function setYieldRunning(text) {
  const running = text != null;
  $("yield-run").disabled = running;
  $("yield-progress").hidden = !running;
  clearInterval(yieldTimer);
  if (running) { $("yield-phase").textContent = text; $("yield-bar").removeAttribute("value"); }
}

async function runYield() {
  const design = designForSimulation();
  const chain = lastView && toleranceChain(lastView);
  if (!design || !chain) { yieldStatus("There is no valid design and chain to run yet.", "error"); return; }
  const options = yieldOptions();
  if (!options) { yieldStatus("Correct the marked entries to run.", "error"); return; }
  yieldStatus("");
  const started = performance.now();
  let done = 0;
  const label = () => `trial ${done} of ${options.trials}: running for ${((performance.now() - started) / 1000).toFixed(0)} s`;
  const onProgress = (step) => {
    done = step.done_trials;
    const bar = $("yield-bar");
    bar.max = step.trials;
    bar.value = step.done_trials;
    $("yield-phase").textContent = label();
    document.body.dataset.yieldProgress = String(step.done_trials);
  };
  document.body.dataset.yield = "busy";
  document.body.dataset.yieldProgress = "";
  setYieldRunning(label());
  yieldTimer = setInterval(() => { $("yield-phase").textContent = label(); }, 500);
  let outcome;
  const epoch = resultsEpoch;
  try {
    outcome = await yieldLane.run("monte_carlo_yield_design", { design, chain: JSON.stringify(chain), options: JSON.stringify(options) }, onProgress);
  } catch (error) {
    setYieldRunning(null);
    document.body.dataset.yield = error.cancelled ? "cancelled" : "failed";
    if (epoch !== resultsEpoch) yieldStatus("Stopped: the run was for the previous design.");
    else if (error.cancelled) yieldStatus("Cancelled; any result shown is from an earlier run.");
    else yieldStatus("The Monte Carlo run failed: " + error.message + (error.crashed ? ". Its worker was replaced; try again." : ""), "error");
    return;
  }
  setYieldRunning(null);
  if (epoch !== resultsEpoch) return;
  const ms = performance.now() - started;
  if (outcome.status === "invalid") {
    const rest = [];
    for (const e of outcome.errors) {
      const id = { "options.trials": "yield-trials", "options.seed": "yield-seed" }[e.path];
      if (id) yieldFieldError(id, e.message); else rest.push(`${e.path}: ${e.message}`);
    }
    yieldStatus(rest.length ? "The run could not start: " + rest.join("; ") : "Correct the marked entries to run.", "error");
    document.body.dataset.yield = "invalid";
    return;
  }
  if (outcome.status !== "ok") { yieldStatus("The Monte Carlo run failed: " + outcomeProblem(outcome), "error"); document.body.dataset.yield = "failed"; return; }
  yieldRun = { view: outcome, designJson: design, ms };
  yieldStatus("");
  renderYield();
  document.body.dataset.yield = "ready";
}

function percent(fraction, digits = 2) {
  return fraction == null || !isFinite(fraction) ? "—" : (100 * fraction).toFixed(digits) + " %";
}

Assignment.
Only an exact reproduction of the lines from the one with "function percent(fraction, digits" to the end of the listing is expected.

Answer space.
function percent(fraction, digits = 2) {
  return fraction == null || !isFinite(fraction) ? "—" : (100 * fraction).toFixed(digits) + " %";
}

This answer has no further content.